Zhao Xiaowu of Xuehu Technology said that industry head manufacturers have begun to use small chips to piece together large chips to complete product layout to meet the computing needs of different scenarios. For example, Apple and NVIDIA have begun to adopt this "building block" approach, which is a very obvious trend.
In the past two years, the domestic market has been very hot and developed rapidly, but there are not many manufacturers with scale and competitiveness. "Chips are still an industry that needs to be accumulated, and the industrial chain is relatively long," said Zhao Xiaowu. "At present, the domestic form is small and numerous, which is not conducive to competing with the upstream and downstream for the right to speak. It is expected that a wave of AI chip manufacturers will be eliminated in the next 1-2 years. "
Qiu, founder, chairman and CEO of Ai Xin Yuan Zhi, also expressed similar views. She said that this is a golden opportunity for the domestic chip industry. Due to market demand and state support, many entrepreneurial companies have emerged. From the macro environment, China's chip industry is still in its infancy, showing the trend of a hundred flowers blooming, but with the continuous development and growth of the industry, the subsequent industry integration will also be an inevitable process.
She stressed that this is in line with the development law of the chip industry in the past few decades. After such integration, there will definitely be head enterprises in the industry, which is very important for the overall industrial development of the country. Only in this way can China enterprises have the opportunity to compete with international manufacturers on the same stage.

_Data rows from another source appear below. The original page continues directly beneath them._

/**
 * JSON text -> plain values plus positions, for files fluxlane reads back (plan.json): the same
 * care as the layout reader (src/layout/yaml-source.ts). A strict JSON parser (RFC 8259) written
 * out here because JSON.parse knows no positions and keeps the last of duplicate keys silently:
 *
 *   - every value keeps where it stood (1-based line and column), for located diagnostics;
 *   - a duplicate key in an object is an error naming both positions;
 *   - objects have no prototype, so a key such as `__proto__` is an ordinary key;
 *   - nesting is limited (no stack overflow on hostile input);
 *   - numbers that overflow (1e999) are kept as written and refused by the caller's checks.
 *
 * Decoding (UTF-8 with a byte-order mark dropped, non-UTF-8 bytes refused) is `decodeUtf8` of the
 * layout stage. Nothing is thrown: problems go to the collector and make the result undefined.
 */
import type { DiagnosticCollector, Path, Position } from '../layout/diagnostics.js';
import { hasOwn } from '../util/own.js';

export const JSON_LIMITS = Object.freeze({ maxDepth: 64 });

export interface JsonSource {
  value: unknown;
  /** Position of the value at `path` (or of its key, with anchor 'key'); undefined when unknown. */
  locate(path: Path, anchor: 'key' | 'value'): Position | undefined;
}

interface Located {
  value: Position;
  key?: Position;
}

class JsonSyntax extends Error {
  constructor(
    readonly offset: number,
    message: string,
  ) {
    super(message);
  }
}

/** Parse JSON text; problems go to `collector` (with positions) and make the result undefined. */
export function readJsonSource(text: string, collector: DiagnosticCollector): JsonSource | undefined {
  const lineStarts = [0];
  for (let i = 0; i < text.length; i++) {
    const c = text.charCodeAt(i);
    if (c === 10 || (c === 13 && text.charCodeAt(i + 1) !== 10)) lineStarts.push(i + 1);
  }
  const at = (offset: number): Position => {
    let lo = 0;
    let hi = lineStarts.length - 1;
    while (lo < hi) {
      const mid = (lo + hi + 1) >> 1;
      if (lineStarts[mid] <= offset) lo = mid;
      else hi = mid - 1;
    }
    return { line: lo + 1, column: offset - lineStarts[lo] + 1 };
  };
  const children = new WeakMap<object, Map<string | number, Located>>();
  let pos = 0;
  let duplicate = false;

  const ws = (): void => {
    for (;;) {
      const c = text.charCodeAt(pos);
      if (c === 32 || c === 9 || c === 10 || c === 13) pos++;
      else return;
    }
  };
  const shown = (): string => {
    if (pos >= text.length) return 'the end of the file';
    const ch = text.codePointAt(pos)!;
    const s = String.fromCodePoint(ch);
    return ch < 32 || ch === 0x7f ? `the control character U+${ch.toString(16).toUpperCase().padStart(4, '0')}` : `"${s}"`;
  };
  const fail = (what: string): never => {
    throw new JsonSyntax(pos, `expected ${what}, found ${shown()}`);
  };

  const value = (depth: number): unknown => {
    ws();
    if (depth > JSON_LIMITS.maxDepth) throw new JsonSyntax(pos, `expected at most ${JSON_LIMITS.maxDepth} levels of nesting, found more`);
    const c = text[pos];
    if (c === '{') return object(depth);
    if (c === '[') return array(depth);
    if (c === '"') return string();
    if (c === '-' || (c >= '0' && c <= '9')) return number();
    for (const [word, v] of [['true', true], ['false', false], ['null', null]] as const) {
      if (text.startsWith(word, pos)) {
        pos += word.length;
        return v;
      }
    }
    return fail('a JSON value (object, list, text, number, true, false or null)');
  };

  const object = (depth: number): Record<string, unknown> => {
    const out = Object.create(null) as Record<string, unknown>;
    const where = new Map<string | number, Located>();
    children.set(out, where);
    pos++;
    ws();
    if (text[pos] === '}') {
      pos++;
      return out;
    }
    for (;;) {
      ws();
      if (text[pos] !== '"') fail('a key in double quotes');
      const keyPos = at(pos);
      const key = string();
      ws();
      if (text[pos] !== ':') fail('":" after the key');
      pos++;
      ws();
      const valuePos = at(pos);
      const v = value(depth + 1);
      if (hasOwn(out, key)) {
        const first = where.get(key)!.key!;
        collector.addAt(keyPos, `expected each key once in an object, found ${JSON.stringify(key)} again (first at line ${first.line}, column ${first.column})`);
        duplicate = true;
      } else {
        out[key] = v;
        where.set(key, { key: keyPos, value: valuePos });
      }
      ws();
      if (text[pos] === ',') {
        pos++;
        continue;
      }
      if (text[pos] === '}') {
        pos++;
        return out;
      }
      fail('"," or "}" in an object');
    }
  };

  const array = (depth: number): unknown[] => {
    const out: unknown[] = [];
    const where = new Map<string | number, Located>();
    children.set(out, where);
    pos++;
    ws();
    if (text[pos] === ']') {
      pos++;
      return out;
    }
    for (;;) {
      ws();
      where.set(out.length, { value: at(pos) });
      out.push(value(depth + 1));
      ws();
      if (text[pos] === ',') {
        pos++;
        continue;
      }
      if (text[pos] === ']') {
        pos++;
        return out;
      }
      fail('"," or "]" in a list');
    }
  };

  const string = (): string => {
    const start = pos;
    pos++;
    let out = '';
    let run = pos;
    for (;;) {
      if (pos >= text.length) {
        pos = start;
        fail('a closing double quote for the text starting here');
      }
      const c = text.charCodeAt(pos);
      if (c === 34) {
        out += text.slice(run, pos);
        pos++;
        return out;
      }
      if (c < 32) fail('no control characters inside text (write them as \\n, \\t, \\u0000)');
      if (c === 92) {
        out += text.slice(run, pos);
        const e = text[pos + 1];
        const simple: Record<string, string> = { '"': '"', '\\': '\\', '/': '/', b: '\b', f: '\f', n: '\n', r: '\r', t: '\t' };
        if (e !== undefined && hasOwn(simple, e)) {
          out += simple[e];
          pos += 2;
        } else if (e === 'u' && /^[0-9a-fA-F]{4}$/.test(text.slice(pos + 2, pos + 6))) {
          out += String.fromCharCode(parseInt(text.slice(pos + 2, pos + 6), 16));
          pos += 6;
        } else {
          pos++;
          fail('an escape such as \\n, \\" or \\u00e9 after the backslash');
        }
        run = pos;
        continue;
      }
      pos++;
    }
  };

  const numberPattern = /-?(?:0|[1-9]\d*)(?:\.\d+)?(?:[eE][-+]?\d+)?/y;
  const number = (): number => {
    numberPattern.lastIndex = pos;
    const m = numberPattern.exec(text);
    if (!m) fail('a number');
    pos += m![0].length;
    return Number(m![0]);
  };

  let root: unknown;
  try {
    root = value(0);
    ws();
    if (pos < text.length) fail('the end of the file after the JSON value');
  } catch (err) {
    if (!(err instanceof JsonSyntax)) throw err;
    collector.addAt(at(err.offset), `JSON syntax: ${err.message}`);
    return undefined;
  }
  if (duplicate) return undefined;
  return {
    value: root,
    locate(path, anchor) {
      let v: unknown = root;
      let found: Position | undefined = { line: 1, column: 1 };
      for (let k = 0; k < path.length; k++) {
        const map = v !== null && typeof v === 'object' ? children.get(v) : undefined;
        const entry = map?.get(path[k]);
        if (!entry) return undefined;
        found = k === path.length - 1 && anchor === 'key' && entry.key ? entry.key : entry.value;
        v = (v as Record<string | number, unknown>)[path[k]];
      }
      return found;
    },
  };
}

Lingxi Technology China said that the marginal AI chip market is still open and there is no absolute overlord. Emerging and diverse application scenarios have brought huge market opportunities for domestic AI chips, especially in increasingly fragmented markets such as autonomous driving, intelligent security, intelligent Internet of Things, and wearable devices. Domestic AI chip manufacturers and international giant chip manufacturers are on the same starting line, and even have advantages in some fields.
As a famous scientist in the field of computing architecture said, now is the golden age of chip architecture, which is unprecedented. Although CPU and GPU will continue to innovate and are indispensable in some computing tasks, the new market spawned by the trend of AI accelerated computing and data explosion must be huge and diverse, which brings new opportunities to AI chip companies.
From the perspective of CPU, x86 architecture has shown signs of loosening the dominance of PC and server, and Arm has gradually moved from mobile phones and IoT to PC and server. RISC-V also starts with IOT devices and lays out more devices. The heterogeneous integration of Von Neumann architecture and non-Von Neumann architecture is moving towards scale. ...
Every wave of technology will produce new leading companies. Will the edge be AI?